Listed records —
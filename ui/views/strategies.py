"""Strategies: simulate the fleet under each, with what-ifs, and compare cost and downtime."""

from __future__ import annotations

import json

import streamlit as st

from ui import data
from ui.widgets import ask, study

st.title("Strategies")
st.write("Simulate the fleet under each way of working, with the same luck for all, and compare cost and downtime.")

fleet = data.fleet()
request = ask.form(fleet)
if request is not None:
    st.query_params["study"] = study.start(request)
    st.rerun()
job = st.query_params.get("study")
if not job:
    st.info("Choose and press Run. Work goes on outside this page: a reload finds it again.")
elif not study.known(job):
    st.warning("This study is not in the store of this machine any more; run it again.")
else:
    study.follow(job)
    answer = study.answer_of(job)
    if answer is not None:
        study.results(answer)
        st.download_button(
            "Download everything as JSON",
            json.dumps(answer, indent=1),
            file_name="comparison.json",
            mime="application/json",
        )
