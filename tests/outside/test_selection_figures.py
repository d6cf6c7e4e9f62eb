"""Published figures of selecting the best of several simulated systems."""

from __future__ import annotations

from planner.select_best import second_stage_runs, share_of_runs, survivors

# M. Rossetti, the KSL book, section 5.7: four systems, ten runs each under common random numbers.
FOUR = (
    (63.72, 32.24, 40.28, 36.94, 36.29, 56.94, 34.10, 63.36, 49.29, 87.20),
    (63.06, 31.78, 40.32, 37.71, 36.79, 57.93, 33.39, 62.92, 47.67, 80.79),
    (57.74, 29.65, 36.52, 35.71, 33.81, 51.54, 31.39, 57.24, 42.63, 67.27),
    (62.63, 31.56, 39.87, 37.35, 36.65, 57.15, 33.30, 62.21, 47.46, 79.60),
)


def test_two_stage_selection_asks_for_45_runs() -> None:
    """Difference that does not matter 2, promise 95 %."""
    assert second_stage_runs(FOUR, delta=2.0) == 45


def test_only_the_third_system_survives_the_screening() -> None:
    """Same section, screening procedures: means 50.04, 49.24, 44.35, 48.78; smaller is better."""
    assert survivors(FOUR) == (2,)


def test_fifty_runs_are_shared_as_published() -> None:
    """Chen and Lee, *Stochastic Simulation Optimization*, p. 49: means 1 to 5, variances 1 1 9 9 4."""
    assert share_of_runs((1, 2, 3, 4, 5), (1, 1, 9, 9, 4), budget=50) == (11, 9, 19, 9, 2)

What you should do —
Repeat exactly the lines of the material above, taking the first line, the line with "from planner.select_best import", and every line between them.

Answer to the problem —
filename ui/views/strategies.py
"""Strategies: simulate the fleet under each, with what-ifs, and compare cost and downtime."""

from __future__ import annotations

import json

import streamlit as st

from ui import data
from ui.widgets import ask, study

st.title("Strategies")
st.write("Simulate the fleet under each way of working, with the same luck for all, and compare cost and downtime.")

fleet = data.fleet()
request = ask.form(fleet)
if request is not None:
    st.query_params["study"] = study.start(request)
    st.rerun()
job = st.query_params.get("study")
if not job:
    st.info("Choose and press Run. Work goes on outside this page: a reload finds it again.")
elif not study.known(job):
    st.warning("This study is not in the store of this machine any more; run it again.")
else:
    study.follow(job)
    answer = study.answer_of(job)
    if answer is not None:
        study.results(answer)
        st.download_button(
            "Download everything as JSON",
            json.dumps(answer, indent=1),
            file_name="comparison.json",
            mime="application/json",
        )
filename tests/outside/test_selection_figures.py
repository d6cf6c7e4e9f62eb
"""Published figures of selecting the best of several simulated systems."""

from __future__ import annotations

from planner.select_best import second_stage_runs, share_of_runs, survivors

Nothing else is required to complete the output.